The project will run on that hardware, and that software, but not as a whole package (including software) for whatever reason. And I agree with your point that different WUs stress the system in different ways, but I don't believe it's a stress/power/temperature-related problem though, as he states in the thread linked to earlier that it fails before even starting to work - that sounds very similar to the issue I had with A1 cores on SMP2, which failed with an error before ever starting processing.

Equally, he has the same error when using lower-than-stock clock speeds. It could possibly be a problem with a non-temperature-sensored part of the graphics cards, yes, but - if it were a part which rapidly gets hot under load, it would have a heatsink to prevent that, and would be cool enough from cold boot that it would at least start to fold these projects (which it doesn't do, even on cold boot). And if the heatsink had come loose, it'd likely fail on other WUs - and almost certainly wouldn't fail on the other GPU too.

verbal · 11 Apr 2010 at 12:34

Ok, so the next thing to consider is that stanford only lists XP/2003/Vista/7 as compatible operating systems. As I said above I've read on the folding forum about people having problems with particular projects that are solved with a reboot.

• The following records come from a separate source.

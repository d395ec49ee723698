import { basePeaks, relativeIntensity, type FrozenIon, type FrozenSpectrum, type RevisionContent } from './content';

/** Something a reviewer should look at, or may pass over because it is in order. */
export interface Check {
  key: string;
  /** 'look': needs an answer; 'note': worth knowing; 'ok': in order. */
  level: 'look' | 'note' | 'ok';
  title: string;
  detail: string;
  /** at most {@link MAX_NAMED} ions, strongest first; `count` is the full number. */
  ions: { id: number; spectrum: number; mz: number; relative: number }[];
  count: number;
}

/** Percent of the base peak from which an ion without a formula needs an answer. */
export const INTENSE = 5;
/** Percent from which an open ion needs a reason. */
export const RELEVANT = 1;
/** Share of the product ion current below which a tree counts as poorly explained. */
export const LOW_EXPLAINED = 0.7;
/** A rival within this score (natural-log units: evidence less than ten to one) makes a formula ambiguous. */
export const AMBIGUOUS = Math.log(10);
/** Half windows from here on, in mDa, are unit resolution. */
const UNIT_RESOLUTION = 50;
export const MAX_NAMED = 12;

interface Ranked extends FrozenIon {
  relative: number;
}
interface Facts {
  content: RevisionContent;
  /** product ions that are no satellites, strongest first. */
  ions: Ranked[];
  spectra: Map<number, FrozenSpectrum>;
}

const claimed = (ion: FrozenIon) => ion.formula !== null && (ion.state === 'confirmed' || ion.state === 'proposed');

/** True when the claim's error is outside the search window of its spectrum: max(ppm, mDa), as in the search. */
function outside(ion: FrozenIon, spectra: Map<number, FrozenSpectrum>): boolean {
  const tolerance = spectra.get(ion.spectrum)?.tolerance;
  if (!tolerance || ion.errorPpm === null || !claimed(ion)) return false;
  const window = Math.max(tolerance.ppm * ion.mz * 1e-6, tolerance.mda * 1e-3);
  return Math.abs(ion.errorPpm) * ion.mz * 1e-6 > window;
}

function about(
  key: string,
  found: Ranked[],
  level: 'look' | 'note',
  title: string,
  fine: string,
  detail: string
): Check {
  const ions = found.slice(0, MAX_NAMED).map(({ id, spectrum, mz, relative }) => ({ id, spectrum, mz, relative }));
  const none = found.length === 0;
  return {
    key,
    level: none ? 'ok' : level,
    title: none ? fine : title,
    detail: none ? '' : detail,
    ions,
    count: found.length
  };
}

function ionChecks({ ions, spectra }: Facts): Check[] {
  const unanswered = ions.filter((ion) => !claimed(ion) && !ion.reason);
  return [
    about(
      'unexplained',
      unanswered.filter((ion) => ion.relative >= INTENSE),
      'look',
      'Intense ions without a formula',
      'Every intense ion has a formula or a reason',
      `At least ${INTENSE} % of the base peak of their spectrum, and nobody said why they stay unexplained.`
    ),
    about(
      'open-without-reason',
      unanswered.filter((ion) => ion.state === 'open' && ion.relative >= RELEVANT && ion.relative < INTENSE),
      'note',
      'Weaker ions left open without a reason',
      'No weaker ion is left open without a reason',
      `From ${RELEVANT} to ${INTENSE} % of the base peak of their spectrum.`
    ),
    about(
      'beyond-tolerance',
      ions.filter((ion) => outside(ion, spectra)),
      'look',
      'Claims beyond the mass window',
      'All claims lie within the mass window',
      'Their formula was given by a person or kept from a wider search.'
    ),
    about(
      'ambiguous',
      ions.filter((ion) => claimed(ion) && ion.rival && ion.score !== null && ion.score - ion.rival.score < AMBIGUOUS),
      'note',
      'Ambiguous formulas',
      'No formula has a close rival',
      'Another formula within the window is less than ten times less likely.'
    ),
    about(
      'unconfirmed',
      ions.filter((ion) => ion.state === 'proposed' && ion.formula !== null && ion.relative >= RELEVANT),
      'note',
      'Proposals that nobody confirmed',
      'Every relevant proposal was confirmed or rejected',
      `Ions from ${RELEVANT} % of the base peak on.`
    )
  ];
}

const plain = (
  key: string,
  bad: boolean,
  level: 'look' | 'note',
  title: string,
  fine: string,
  detail: string
): Check => ({
  ...{
    key,
    level: bad ? level : 'ok',
    title: bad ? title : fine,
    detail: bad ? detail : '',
    ions: [],
    count: Number(bad)
  }
});

function treeChecks({ content }: Facts): Check[] {
  const { tree, remarks, spectra } = content;
  const unit = spectra.filter((s) => s.tolerance.mda >= UNIT_RESOLUTION);
  const guessed = spectra.filter((s) => s.level > 2 && (s.linkedBy === 'isolated-mz' || s.linkedBy === 'none'));
  const share = `${(tree.explained * 100).toFixed(1)} %`;
  return [
    plain(
      ...(['formula', !tree.formula, 'look', 'The molecule has no formula yet', 'The molecule has a formula'] as const),
      'Run a suggestion, or fix the formula in the workbench.'
    ),
    plain(
      ...(['remarks', remarks.length > 0, 'look', `Open remarks: ${remarks.length}`, 'No open remarks'] as const),
      'Answer and resolve them, or approve with them on record.'
    ),
    plain(
      ...(['explained', tree.explained < LOW_EXPLAINED, 'look'] as const),
      ...([
        `Only ${share} of the product ion current is explained`,
        `${share} of the product ion current is explained`
      ] as const),
      `Below ${LOW_EXPLAINED * 100} % a tree supports little.`
    ),
    plain(
      ...(['unit-resolution', unit.length > 0, 'look', 'Unit resolution', 'Accurate mass throughout'] as const),
      `${unit.length} of ${spectra.length} spectra do not resolve formulas by mass: their formulas rest on relations alone.`
    ),
    plain(
      ...([
        'links',
        guessed.length > 0,
        'note',
        'Stages joined by m/z alone',
        'All stages joined by scan records'
      ] as const),
      `${guessed.length} of ${spectra.length} spectra were joined to the stage above because the m/z fits; the file names no scan.`
    ),
    plain(
      ...(['level', !tree.confidenceLevel, 'note', 'No confidence level stated', 'Confidence level stated'] as const),
      'The report then states none.'
    )
  ];
}

/** The reviewer's check list, computed from a frozen tree: what needs a look first, what is in order last. */
export function checkList(content: RevisionContent): Check[] {
  const peaks = basePeaks(content.ions);
  const ions = content.ions
    .filter((ion) => !ion.isPrecursor && !ion.flag)
    .map((ion) => ({ ...ion, relative: relativeIntensity(ion, peaks) }))
    .sort((a, b) => b.relative - a.relative || a.mz - b.mz);
  const facts: Facts = { content, ions, spectra: new Map(content.spectra.map((s) => [s.index, s])) };
  const order = { look: 0, note: 1, ok: 2 };
  return [...treeChecks(facts), ...ionChecks(facts)].sort((a, b) => order[a.level] - order[b.level]);
}
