import { describe, expect, it } from 'vitest';
import { canonicalJson, fixed, significant } from './canonical';

describe('canonicalJson', () => {
  it('serialises the sample of RFC 8785, section 3.2.3', () => {
    const sample = {
      numbers: [333333333.3333333, 1e30, 4.5, 2e-3, 0.000000000000000000000000001],
      string: '\u20ac$\u000F\u000aA\'\u0042\u0022\u005c\\"/',
      literals: [null, true, false]
    };
    expect(canonicalJson(sample)).toBe(
      '{"literals":[null,true,false],"numbers":[333333333.3333333,1e+30,4.5,0.002,1e-27],' +
        '"string":"€$\\u000f\\nA\'B\\"\\\\\\\\\\"/"}'
    );
  });

  it('sorts members by UTF-16 code units as the sample of RFC 8785, section 3.2.3', () => {
    const sample = {
      '\u20ac': 'Euro Sign',
      '\r': 'Carriage Return',
      '\ufb33': 'Hebrew Letter Dalet With Dagesh',
      '1': 'One',
      '\ud83d\ude00': 'Emoji: Grinning Face',
      '\u0080': 'Control',
      '\u00f6': 'Latin Small Letter O With Diaeresis'
    };
    const values = [...canonicalJson(sample).matchAll(/":"([^"]*)"/g)].map((m) => m[1]);
    expect(values).toEqual([
      'Carriage Return',
      'One',
      'Control',
      'Latin Small Letter O With Diaeresis',
      'Euro Sign',
      'Emoji: Grinning Face',
      'Hebrew Letter Dalet With Dagesh'
    ]);
  });

  it('gives equal text for equal content in any order and leaves absent members out', () => {
    expect(canonicalJson({ b: [{ d: 1, c: 2 }], a: undefined })).toBe(canonicalJson({ b: [{ c: 2, d: 1 }] }));
  });

  it('writes minus zero as 0', () => {
    expect(canonicalJson([-0])).toBe('[0]');
  });

  it.each([NaN, Infinity, undefined, () => 1, '\ud800'])('refuses %s', (value) => {
    expect(() => canonicalJson([value])).toThrow(TypeError);
  });
});

describe('rounding', () => {
  it('keeps null and rounds to decimals', () => {
    expect([fixed(null, 4), fixed(195.08765432, 6), fixed(-0.00000001, 6)]).toEqual([null, 195.087654, -0]);
  });

  it('rounds to significant digits', () => {
    expect(significant(1234567.89, 6)).toBe(1234570);
  });
});
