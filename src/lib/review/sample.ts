import type { FrozenIon, FrozenSpectrum, RevisionContent } from './content';

/** A small tree for tests: caffeine's protonated molecule with one MS3 spectrum. Figures computed from AME2020 masses. */
export function sampleContent(): RevisionContent {
  return {
    format: 'rivenmark-tree',
    formatVersion: 1,
    tree: {
      ...{ id: '11111111-1111-4111-8111-111111111111', name: 'Unknown A', version: 7, precursorMz: 195.0877 },
      ...{ charge: 1, polarity: 'positive', adduct: '[M+H]+', formula: 'C8H10N4O2', formulaFixed: false },
      ...{ ionFormula: 'C8H11N4O2', calculatedMz: 195.087652, errorPpm: 0.246, explained: 0.914 },
      ...{ confidenceLevel: '3', notes: [] }
    },
    study: { id: '22222222-2222-4222-8222-222222222222', name: 'Shore extracts' },
    run: {
      ...{ id: '33333333-3333-4333-8333-333333333333', fileName: 'k12-f7.mzML', sha256: 'ab'.repeat(32) },
      ...{ instrument: 'Orbitrap instrument', ionSource: 'ESI', startTime: null, scans: { '1': 4, '2': 12, '3': 9 } }
    },
    settings: { elements: 'CHNOPS', adducts: [], tolerance: null, separateEnergies: false },
    spectra: [
      sampleSpectrum(0, { level: 2, path: [195.0877], parent: null }),
      sampleSpectrum(1, { level: 3, path: [195.0877, 138.0662], parent: 0, activations: ['CID'] })
    ],
    ions: [
      sampleIon(1, {
        ...{ mz: 195.0877, intensity: 250, formula: 'C8H11N4O2', calculatedMz: 195.087652, errorPpm: 0.246 },
        ...{ isPrecursor: true, loss: null, fromMz: null, fromFormula: null, link: null }
      }),
      sampleIon(2, {}),
      sampleIon(3, {
        ...{ spectrum: 1, mz: 110.0713, intensity: 500, formula: 'C5H8N3', calculatedMz: 110.071273, errorPpm: 0.25 },
        ...{ fromMz: 138.0662, fromFormula: 'C6H8N3O', loss: 'CO', state: 'proposed', decidedBy: null }
      }),
      sampleIon(4, {
        ...{ spectrum: 1, mz: 99.5, intensity: 40, formula: null, calculatedMz: null, errorPpm: null, state: 'open' },
        ...{ fromMz: null, fromFormula: null, loss: null, link: null, decidedBy: null, score: null }
      })
    ],
    candidates: [],
    remarks: []
  };
}

export const sampleSpectrum = (index: number, change: Partial<FrozenSpectrum>): FrozenSpectrum => ({
  ...{ index, level: 2, path: [195.0877], parent: null, linkedBy: 'reference', scanCount: 12 },
  ...{ isolation: { target: 195.09, lower: 0.5, upper: 0.5 }, activations: ['HCD'], energies: [30], energyUnit: '%' },
  ...{ analyser: 'orbitrap', tolerance: { ppm: 10, mda: 1 }, time: [60, 66.5] },
  ...change
});

/** m/z 138.0662, C6H8N3O+, confirmed, the base peak of the MS2 spectrum. */
export const sampleIon = (id: number, change: Partial<FrozenIon>): FrozenIon => ({
  ...{ id, spectrum: 0, mz: 138.0662, intensity: 1000, scans: 12, state: 'confirmed', formula: 'C6H8N3O', charge: 1 },
  ...{ calculatedMz: 138.066188, errorPpm: 0.087, dbe: 4.5, oddElectron: false, fromMz: 195.0877 },
  ...{ fromFormula: 'C8H11N4O2', loss: 'C2H3NO', lossRadical: false, link: 'measured', isPrecursor: false },
  ...{ flag: null, score: 9.1, rival: null, reason: null, decidedBy: 'Annotator' },
  ...change
});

miniyazz · 11 Apr 2010 at 12:41

That could well be it then

Mattus · 11 Apr 2010 at 14:02

verbal said:
Miniyazz: you make a lot of good points but I disagree with your use of the word incompatible. The project WILL run on the hardware that SiriusB has (unless he has a faulty component). In my experience it's clear that individual WUs will stress systems in different ways so it can quite easily occur that one type of word unit will fail where other ones don't. The user blames the WU or project but really it's just that with that users combination of clock speed and cooling their system cannot process that kind of WU. It's sensible to set up your overclocks and wait until your system has completed a range of different WUs without ANY problems before having confidence in it. Then if you want to leave it alone without having to deal with problems and make changes you must check all the temperatures* and then lower your clocks a bit to give you headroom for different WUs that may come along and different ambient temperatures.

I highly doubt it's an issue with the GPU. Even if that WU stresses the GPU in a different way, I can't see a GPU which runs OK for hours on other WUs overheating in less than one second on these WUs.

It's some kind of compatibility problem which only crops up on certain combinations of hardware and software. I agree with miniyazz - Folding is supposed to run in the background. The onus should be on Stanford to pick up on compatibility problems based on the returns they have - or at least prevent the same WU from being issued five times to a machine that's perfectly stable on all other WUs.

verbal said:
I think it's bad for the science if people start avoiding WUs and putting the blame on Stanford.

Avoiding WUs isn't great, but it's better for the science to crunch some WUs than no WUs.